**YOUR OBJECTIVE:**
From the records below, copy out exactly the lines from the one containing "d = np.asarray(direction, float)" to the one containing "outer = 5 *", both included. Add nothing else.
***** PROVIDED RECORDS *****
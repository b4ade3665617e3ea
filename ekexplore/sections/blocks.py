"""Mapped mesh blocks and their merging into one triangle mesh.

Every section is a union of a few mapped blocks: a tensor grid on a
(possibly skewed) quadrilateral, a polar grid on a quarter disc or an
ellipse, or a fan from an interior point to one straight wall, each with
graded node positions (:mod:`.grading`). Blocks share their interface nodes
exactly and are merged into one triangle mesh.
"""
from __future__ import annotations

import numpy as np
from scipy.spatial import cKDTree

__all__ = ["tensor_block", "polar_block", "fan_block", "merge_blocks"]


def _quads_to_triangles(P, shape):
    """Split each cell of a (ni, nj) structured node array into two triangles
    along its shorter diagonal. P: (ni*nj, 2) node coordinates."""
    ni, nj = shape
    idx = np.arange(ni * nj).reshape(ni, nj)
    a = idx[:-1, :-1].ravel()
    b = idx[1:, :-1].ravel()
    c = idx[1:, 1:].ravel()
    d = idx[:-1, 1:].ravel()
    ac = np.sum((P[a] - P[c]) ** 2, axis=1)
    bd = np.sum((P[b] - P[d]) ** 2, axis=1)
    use_ac = ac <= bd
    t1 = np.where(use_ac[:, None], np.stack([a, b, c], 1), np.stack([a, b, d], 1))
    t2 = np.where(use_ac[:, None], np.stack([a, c, d], 1), np.stack([b, c, d], 1))
    return np.concatenate([t1, t2])


def tensor_block(xl, xr, y, s):
    """Block between a left and a right wall: at height y[j] the nodes run
    from xl[j] to xr[j] at fractions s. Returns (points, triangles)."""
    X = xl[None, :] + s[:, None] * (xr - xl)[None, :]
    Y = np.broadcast_to(y[None, :], X.shape)
    P = np.stack([X.ravel(), Y.ravel()], 1)
    return P, _quads_to_triangles(P, X.shape)


def polar_block(cx, cy, ax, ay, r, theta):
    """Polar block x = cx + ax r cos(theta), y = cy + ay r sin(theta)."""
    R, T = np.meshgrid(r, theta, indexing="ij")
    X = cx + ax * R * np.cos(T)
    Y = cy + ay * R * np.sin(T)
    P = np.stack([X.ravel(), Y.ravel()], 1)
    return P, _quads_to_triangles(P, X.shape)


def fan_block(c, v0, v1, t, s):
    """Fan from interior point c (t = 0) to the straight wall v0-v1 (t = 1)."""
    B = (1.0 - s)[:, None] * v0[None, :] + s[:, None] * v1[None, :]   # (ns, 2)
    P = c[None, None, :] + t[:, None, None] * (B[None, :, :] - c[None, None, :])
    return P.reshape(-1, 2), _quads_to_triangles(P.reshape(-1, 2), (len(t), len(s)))


def merge_blocks(blocks, tol):
    """Merge (points, triangles) blocks, fusing nodes closer than tol and
    dropping collapsed triangles."""
    pts, tris, off = [], [], 0
    for P, T in blocks:
        pts.append(P)
        tris.append(T + off)
        off += len(P)
    P = np.concatenate(pts)
    T = np.concatenate(tris)
    tree = cKDTree(P)
    pairs = tree.query_pairs(tol, output_type="ndarray")
    # union-find by repeatedly pointing to the smallest index
    rep = np.arange(len(P))
    if len(pairs):
        for _ in range(8):
            lo = np.minimum(rep[pairs[:, 0]], rep[pairs[:, 1]])
            np.minimum.at(rep, pairs[:, 0], lo)
            np.minimum.at(rep, pairs[:, 1], lo)
            rep = rep[rep]
    keep, inv = np.unique(rep, return_inverse=True)
    P = P[keep]
    T = inv[T]
    ok = (T[:, 0] != T[:, 1]) & (T[:, 1] != T[:, 2]) & (T[:, 0] != T[:, 2])
    T = T[ok]
    # orient counter-clockwise, drop zero-area triangles
    d1 = P[T[:, 1]] - P[T[:, 0]]
    d2 = P[T[:, 2]] - P[T[:, 0]]
    cross = d1[:, 0] * d2[:, 1] - d1[:, 1] * d2[:, 0]
    T = np.where((cross < 0)[:, None], T[:, [0, 2, 1]], T)
    T = T[np.abs(cross) > 1e-14 * np.max(np.abs(cross))]
    used = np.unique(T)
    if len(used) != len(P):
        remap = -np.ones(len(P), dtype=int)
        remap[used] = np.arange(len(used))
        P = P[used]
        T = remap[T]
    return P, T
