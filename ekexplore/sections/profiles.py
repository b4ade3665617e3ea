"""Fields over a 2D cross-section, with their coordinates, cuts and images."""
from __future__ import annotations

import numpy as np
from scipy.spatial import cKDTree

from .._constants import F
from .extrapolation import resolution
from .meshes import build_mesh
from .solutions import flow_solution, gouy_scale, scaled_solution
from ..doublelayer import gouy_chapman_potential
from ..wall import isolated_wall_potential
from ..profiles import UNITS as PROFILE_UNITS, Profiles

__all__ = ["SectionMesh", "SectionProfiles", "UNITS", "section_profiles_factory"]

#: Unit of every field (the one table of :mod:`ekexplore.profiles`).
UNITS = PROFILE_UNITS

#: A section's profiles are :class:`ekexplore.Profiles`, the same class as a
#: slit's or tube's; the older name stays for code that imports it.
SectionProfiles = Profiles

#: (mesh, query points) digest -> (triangle index, barycentric weights); small FIFO.
_LOCATE_CACHE: dict = {}


class SectionMesh:
    """The triangle mesh behind a section's :class:`~ekexplore.Profiles`: it
    locates points in triangles and interpolates the fields linearly inside.

    Attributes
    ----------
    x, y : ndarray (N,)
        Node coordinates [m]: x across the width, y up from the floor.
    triangles : ndarray (nt, 3)
        Node indices of the mesh triangles.
    wall : ndarray of bool (N,)
        True at wall nodes.
    wall_edges : ndarray (ne, 2)
        Node indices of the wall edges.
    centre : ndarray (2,)
        The point the centre cuts go through [m].
    """

    def __init__(self, x, y, triangles, wall, wall_edges, centre):
        self.x, self.y, self.triangles, self.wall = x, y, triangles, wall
        self.wall_edges = wall_edges
        self.centre = np.asarray(centre, dtype=float)
        self._tree = None

    def wall_distance(self):
        """Distance of every node from the nearest wall edge [m]."""
        return _wall_distance(np.stack([self.x, self.y], 1), self.wall_edges)

    def _locate(self, q):
        """Triangle index and barycentric weights of points q (nq, 2); -1 outside.

        Remembered for the last few (mesh, query) pairs: a dashboard asks for the
        same image grid on the same cached mesh at every update.
        """
        import hashlib
        h = hashlib.blake2b(digest_size=16)
        for a in (self.x, self.y, self.triangles, q):
            h.update(np.ascontiguousarray(a).tobytes())
        key = h.hexdigest()
        hit = _LOCATE_CACHE.get(key)
        if hit is not None:
            return hit
        out = self._locate_uncached(q)
        _LOCATE_CACHE[key] = out
        while len(_LOCATE_CACHE) > 16:
            _LOCATE_CACHE.pop(next(iter(_LOCATE_CACHE)))
        return out

    def _locate_uncached(self, q):
        P = np.stack([self.x, self.y], 1)
        T = self.triangles
        if self._tree is None:
            self._tree = cKDTree(P[T].mean(axis=1))
        k = min(64, len(T))
        _, cand = self._tree.query(q, k=k)
        cand = np.atleast_2d(cand)
        a, b, c = P[T[cand, 0]], P[T[cand, 1]], P[T[cand, 2]]
        v0, v1 = b - a, c - a
        v2 = q[:, None, :] - a
        den = v0[..., 0] * v1[..., 1] - v0[..., 1] * v1[..., 0]
        l1 = (v2[..., 0] * v1[..., 1] - v2[..., 1] * v1[..., 0]) / den
        l2 = (v0[..., 0] * v2[..., 1] - v0[..., 1] * v2[..., 0]) / den
        l0 = 1.0 - l1 - l2
        tol = 1e-9
        inside = (l0 >= -tol) & (l1 >= -tol) & (l2 >= -tol)
        first = np.argmax(inside, axis=1)
        found = inside[np.arange(len(q)), first]
        tri = np.where(found, cand[np.arange(len(q)), first], -1)
        lam = np.stack([l0, l1, l2], -1)[np.arange(len(q)), first]
        return tri, lam

    def sample(self, prof, xq, yq):
        """Fields of ``prof`` interpolated at points (xq, yq) [m]; NaN outside."""
        xq, yq = np.broadcast_arrays(np.asarray(xq, float), np.asarray(yq, float))
        q = np.stack([xq.ravel(), yq.ravel()], 1)
        tri, lam = self._locate(q)
        ok = tri >= 0
        nodes = self.triangles[np.where(ok, tri, 0)]
        out = {"x": xq, "y": yq}
        for name, v in prof.nodal_fields().items():
            val = np.sum(v[nodes] * lam, axis=1)
            out[name] = np.where(ok, val, np.nan).reshape(xq.shape)
        return out

    def on_grid(self, prof, nx=101, ny=101):
        """Fields of ``prof`` on a regular nx x ny grid over the bounding box:
        ``x`` (nx,), ``y`` (ny,) [m] and each field (ny, nx), NaN outside."""
        gx = np.linspace(self.x.min(), self.x.max(), nx)
        gy = np.linspace(self.y.min(), self.y.max(), ny)
        X, Y = np.meshgrid(gx, gy)
        out = self.sample(prof, X, Y)
        out["x"], out["y"] = gx, gy
        return out

    def _wall_hits(self, origin, direction):
        """Parameters t >= 0 where origin + t direction meets a wall edge."""
        P = np.stack([self.x, self.y], 1)
        a, b = P[self.wall_edges[:, 0]], P[self.wall_edges[:, 1]]
        e = b - a
        den = direction[0] * e[:, 1] - direction[1] * e[:, 0]
        ok = np.abs(den) > 1e-300
        w = a - origin
        t = np.where(ok, (w[:, 0] * e[:, 1] - w[:, 1] * e[:, 0]) / np.where(ok, den, 1), np.nan)
        s = np.where(ok, (w[:, 0] * direction[1] - w[:, 1] * direction[0]) / np.where(ok, den, 1),
                     np.nan)
        hit = ok & (s >= -1e-12) & (s <= 1 + 1e-12)
        return t[hit]

    def cut(self, prof, start, end, n=201):
        """Fields of ``prof`` along start -> end [m], n points; adds ``distance`` [m]."""
        start, end = np.asarray(start, float), np.asarray(end, float)
        s = np.linspace(0.0, 1.0, n)
        pts = start[None] + s[:, None] * (end - start)[None]
        out = self.sample(prof, pts[:, 0], pts[:, 1])
        out["distance"] = s * np.linalg.norm(end - start)
        return out

    def span(self, prof, direction, n):
        """Cut of ``prof`` through the centre along ``direction``, wall to wall."""
        d = np.asarray(direction, float)
        t = self._wall_hits(self.centre, d)
        lo, hi = t[t <= 0].max(), t[t >= 0].min()
        return self.cut(prof, self.centre + lo * d, self.centre + hi * d, n)

    def wall_normal(self, prof, n=201):
        """Cut of ``prof`` from the wall point nearest the centre to the centre
        (``distance`` is then the distance from the wall)."""
        P = np.stack([self.x, self.y], 1)
        a, b = P[self.wall_edges[:, 0]], P[self.wall_edges[:, 1]]
        e = b - a
        t = np.clip(np.sum((self.centre - a) * e, 1) / np.sum(e * e, 1), 0.0, 1.0)
        foot = a + t[:, None] * e
        j = int(np.argmin(np.linalg.norm(foot - self.centre, axis=1)))
        # a geometric cut, graded toward the wall so the double layer shows
        return self._graded_cut(prof, foot[j], self.centre, n)

    def _graded_cut(self, prof, wall_point, centre, n):
        s = np.linspace(0.0, 1.0, n)
        length = np.linalg.norm(centre - wall_point)
        lam = min(float(prof.debye_length) / max(length, 1e-300), 1.0)
        # when the layer is thin, half the points within five Debye lengths of the wall
        g = s
        if lam < 0.2:
            inner = 5 * lam * (s[s < 0.5] / 0.5)
            outer = 5 * lam + (1 - 5 * lam) * (s[s >= 0.5] - 0.5) / 0.5
            g = np.concatenate([inner, outer])
        pts = wall_point[None] + g[:, None] * (centre - wall_point)[None]
        out = self.sample(prof, pts[:, 0], pts[:, 1])
        out["distance"] = g * length
        return out


def _wall_distance(P, wall_edges):
    """Distance of every node to the nearest wall edge (chunked brute force)."""
    a, b = P[wall_edges[:, 0]], P[wall_edges[:, 1]]
    e = b - a
    ee = np.sum(e * e, 1)
    out = np.empty(len(P))
    for i in range(0, len(P), 2000):
        q = P[i:i + 2000]
        t = np.clip(np.einsum("qek,ek->qe", q[:, None] - a[None], e) / ee, 0, 1)
        foot = a[None] + t[..., None] * e[None]
        out[i:i + 2000] = np.min(np.linalg.norm(q[:, None] - foot, axis=2), axis=1)
    return out


def section_profiles_factory(channel, cond, models, accuracy):
    """The ``profiles`` callable of a section kernel result: one
    :class:`~ekexplore.Profiles` per point (an object array for a batch)."""

    def make(pressure_gradient=1.0, field=1.0):
        b = cond.flat()
        geo = channel._geometry_arrays(cond.shape)
        mods = np.broadcast_to(np.asarray(models), cond.shape).reshape(-1)
        n = 4 * resolution(accuracy)       # twice the kernel's finest level: smooth images
        result = np.empty(b.B, dtype=object)
        for k in range(b.B):
            kind, dims, L = geo["spec"][k]
            bk = b.take(np.array([k])).with_length(np.array([L]))
            mesh, scaled = _scaled_fields(bk, str(mods[k]), kind, dims, n)
            result[k] = _point_profiles(bk, str(mods[k]), mesh, scaled, kind, dims,
                                        pressure_gradient, field, cond.ion_names)
        if cond.shape == ():
            return result[0]
        return result.reshape(cond.shape)

    return make


def _scaled_fields(bk, name, kind, dims, n):
    """Mesh and scaled fields of one point (``bk``, length scaled by L):
    potential phi, flow u, electro-osmotic velocity and the velocity that
    carries the layer's charge (over eps E kT/(e eta)), wall distance (thin)."""
    z = bk.z
    lam = 1.0 / bk.K[0]
    value = bk.scaled_value if bk.wall.rows else float(bk.scaled_value[0])
    if name != "thin":
        gouy = gouy_scale(lam, z, value) if (name == "pb" and bk.wall.dirichlet) else None
        mesh = build_mesh(kind, dims, n, lam, gouy)
        r = scaled_solution(mesh, bk.K[0] ** 2, bk.charge_weights[:, 0], z, bk.wall.name,
                            value, name)
        return mesh, {"phi": r["phi"], "u": r["u"], "ueo": r["d"], "layer": r["d"],
                      "dist": None}
    mesh = build_mesh(kind, dims, n, lam)
    if bk.wall.nonlinear:
        phi_w = float(bk.wall.isolated_potential(z, bk.weights, bk.K, bk.scaled_value)[0])
    else:
        phi_w = value if bk.wall.dirichlet else float(isolated_wall_potential(
            z, bk.weights, bk.K, bk.scaled_value)[0])
    dist = _wall_distance(mesh.points, mesh.wall_edges)
    phi = gouy_chapman_potential(np.max(np.abs(z)), phi_w, np.exp(-dist / lam))
    # the slip velocity everywhere; the charge of the layer moves with the
    # layer's own velocity (the slip is reached across it): what the
    # coefficient counts
    return mesh, {"phi": phi, "u": flow_solution(mesh)["u"], "ueo": np.full_like(phi, -phi_w),
                  "layer": phi - phi_w, "dist": dist}


def _point_profiles(bk, name, mesh, scaled, kind, dims, pressure_gradient, field, ion_names):
    """SI :class:`~ekexplore.Profiles` of one point from its scaled fields."""
    L = bk.length[0]
    eps, eta, VT, kappa = bk.eps[0], bk.eta[0], bk.VT[0], bk.kappa[0]
    c, z, phi = bk.c[:, 0], bk.z, scaled["phi"]
    zc = z[:, None]
    if name == "dh":
        conc = c[:, None] * (1.0 - zc * phi[None] + 0.5 * zc**2 * phi[None] ** 2)
        rho = -eps * kappa**2 * VT * phi
    else:
        conc = c[:, None] * np.exp(-zc * phi[None])
        rho = F * (z @ conc)
    up = pressure_gradient * L**2 / eta * scaled["u"]
    P = mesh.points * L
    centre = (mesh.m @ mesh.points) / mesh.area * L
    if kind == "polygon":
        centre = np.array(dims[:2]) * L
    grid = SectionMesh(P[:, 0], P[:, 1], mesh.triangles, mesh.wall, mesh.wall_edges, centre)
    dist = scaled["dist"]
    return Profiles(
        coordinates={"x": P[:, 0], "y": P[:, 1]}, potential=phi * VT, concentrations=conc,
        ion_names=ion_names, charge_density=rho, velocity_pressure=up,
        velocity_electroosmotic=field * eps * VT / eta * scaled["ueo"],
        current_migration=field * (bk.molar_conductivity[:, 0] @ conc),
        current_convective=rho * (up + field * eps * VT / eta * scaled["layer"]),
        debye_length=(1.0 / bk.K[0]) * L, model=name,
        pressure_gradient=pressure_gradient,
        field=field, mesh=grid, wall_distance=None if dist is None else dist * L)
*****
**TASK SOLUTION:**
        d = np.asarray(direction, float)
        t = self._wall_hits(self.centre, d)
        lo, hi = t[t <= 0].max(), t[t >= 0].min()
        return self.cut(prof, self.centre + lo * d, self.centre + hi * d, n)

    def wall_normal(self, prof, n=201):
        """Cut of ``prof`` from the wall point nearest the centre to the centre
        (``distance`` is then the distance from the wall)."""
        P = np.stack([self.x, self.y], 1)
        a, b = P[self.wall_edges[:, 0]], P[self.wall_edges[:, 1]]
        e = b - a
        t = np.clip(np.sum((self.centre - a) * e, 1) / np.sum(e * e, 1), 0.0, 1.0)
        foot = a + t[:, None] * e
        j = int(np.argmin(np.linalg.norm(foot - self.centre, axis=1)))
        # a geometric cut, graded toward the wall so the double layer shows
        return self._graded_cut(prof, foot[j], self.centre, n)

    def _graded_cut(self, prof, wall_point, centre, n):
        s = np.linspace(0.0, 1.0, n)
        length = np.linalg.norm(centre - wall_point)
        lam = min(float(prof.debye_length) / max(length, 1e-300), 1.0)
        # when the layer is thin, half the points within five Debye lengths of the wall
        g = s
        if lam < 0.2:
            inner = 5 * lam * (s[s < 0.5] / 0.5)
            outer = 5 * lam + (1 - 5 * lam) * (s[s >= 0.5] - 0.5) / 0.5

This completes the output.